Johann Peter Eckermann − Gespräche mit Goethe (29)(Goethe über Ludwig Börne sowie über die Arbeit am "Faust")
Montag den 2. Mai 1831.
Goethe erfreute mich mit der Nachricht, dass es ihm in diesen Tagen gelungen, den bisher fehlenden Anfang des fünften Aktes von "Faust" so gut wie fertig zu machen. »Die Intention auch dieser Szenen, sagte er, ist über dreißig Jahre alt; sie war von solcher Bedeutung, dass ich daran das Interesse nicht verloren, allein so schwer auszuführen, dass ich mich davor fürchtete. Ich bin nun durch manche Künste wieder in Zug gekommen, und wenn das Glück gut ist, so schreibe ich jetzt den vierten Akt hintereinander weg.« Goethe erwähnte darauf eines bekannten Schriftstellers1). »Es ist ein Talent, sagte er, dem der Parteihass als Alliance dient und das ohne ihn keine Wirkung getan haben würde.
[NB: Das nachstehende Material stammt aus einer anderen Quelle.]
import { beforeAll, describe, expect, it } from 'vitest';
import { apiRoutes } from '../support/route-list';
import { ApiClient, signedIn } from '../support/api-client';
import { makeFrame, makeProject, makeUser } from '../support/factories';
import { pdfText } from '../support/pdf-text';
import { ProjectClient } from '../../server/modules/access/project-client.entity';
import { Project } from '../../server/modules/projects/project.entity';
import { User } from '../../server/modules/users/user.entity';
import { Workshop } from '../../server/modules/workshops/workshop.entity';
import { demoDocument, useShopWorld, type ShopWorld } from './shop-world';

// A client is let into one project of the workshop. On every route of the API they reach exactly that
// project's design and the files shared with them; everything else (other projects, other clients, the
// shop's suppliers, prices, orders, stock, members, mail) answers 404 as if it did not exist.

let w: ShopWorld;
useShopWorld((world) => {
  w = world;
});

const SUPPLIER = { name: 'Quayside Alloys', email: 'sales@quayside.test', currency: 'EUR', stock: [{ profile: null, length_mm: 6000, price: 47.5 }], cutFee: 1.35 };

interface Ids {
  W: string;
  A: string;
  FA: string;
  B: string;
  FB: string;
  supplier: string;
  order: string;
  shared: string;
  unshared: string;
  offcut: string;
  otherClient: string;
  invitation: string;
  shareLink: string;
  me: string;
}
let ids: Ids;
let client: ApiClient;
let otherClient: ApiClient;

async function letIn(userId: string, projectId: string): Promise<void> {
  const em = w.ctx.orm.em.fork();
  em.create(ProjectClient, { project: em.getReference(Project, projectId), user: em.getReference(User, userId) });
  await em.flush();
}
Man findet häufige Proben in der Literatur, wo der Hass das Genie ersetzet, und wo geringe Talente bedeutend erscheinen, indem sie als Organ einer Partei auftreten. So auch findet man im Leben eine Masse von Personen, die nicht Charakter genug haben, um alleine zu stehen; diese werfen sich gleichfalls an eine Partei, wodurch sie sich gestärkt fühlen und nun eine Figur machen. Béranger dagegen ist ein Talent, das sich selber genug ist. Er hat daher auch nie einer Partei gedient. Er empfindet zu viele Satisfaktion in seinem Innern, als dass ihm die Welt etwas geben oder nehmen könnte.«
1) Eckermann ließ die Namen noch lebender Zeitgenossen häufig ungenannt. Gelegentlich ersetzte er sie auch durch drei Sternchen. Lt. seinem Tagebuch handelte es sich bei dem o. g. "bekannten Schriftsteller" um Ludwig Börne. Dieser hatte Goethe häufig verunglimpft.
(Eckermann, Gespräche mit Goethe. Überschrift, Nummerierung und Anmerkung vom Herausgeber eingefügt.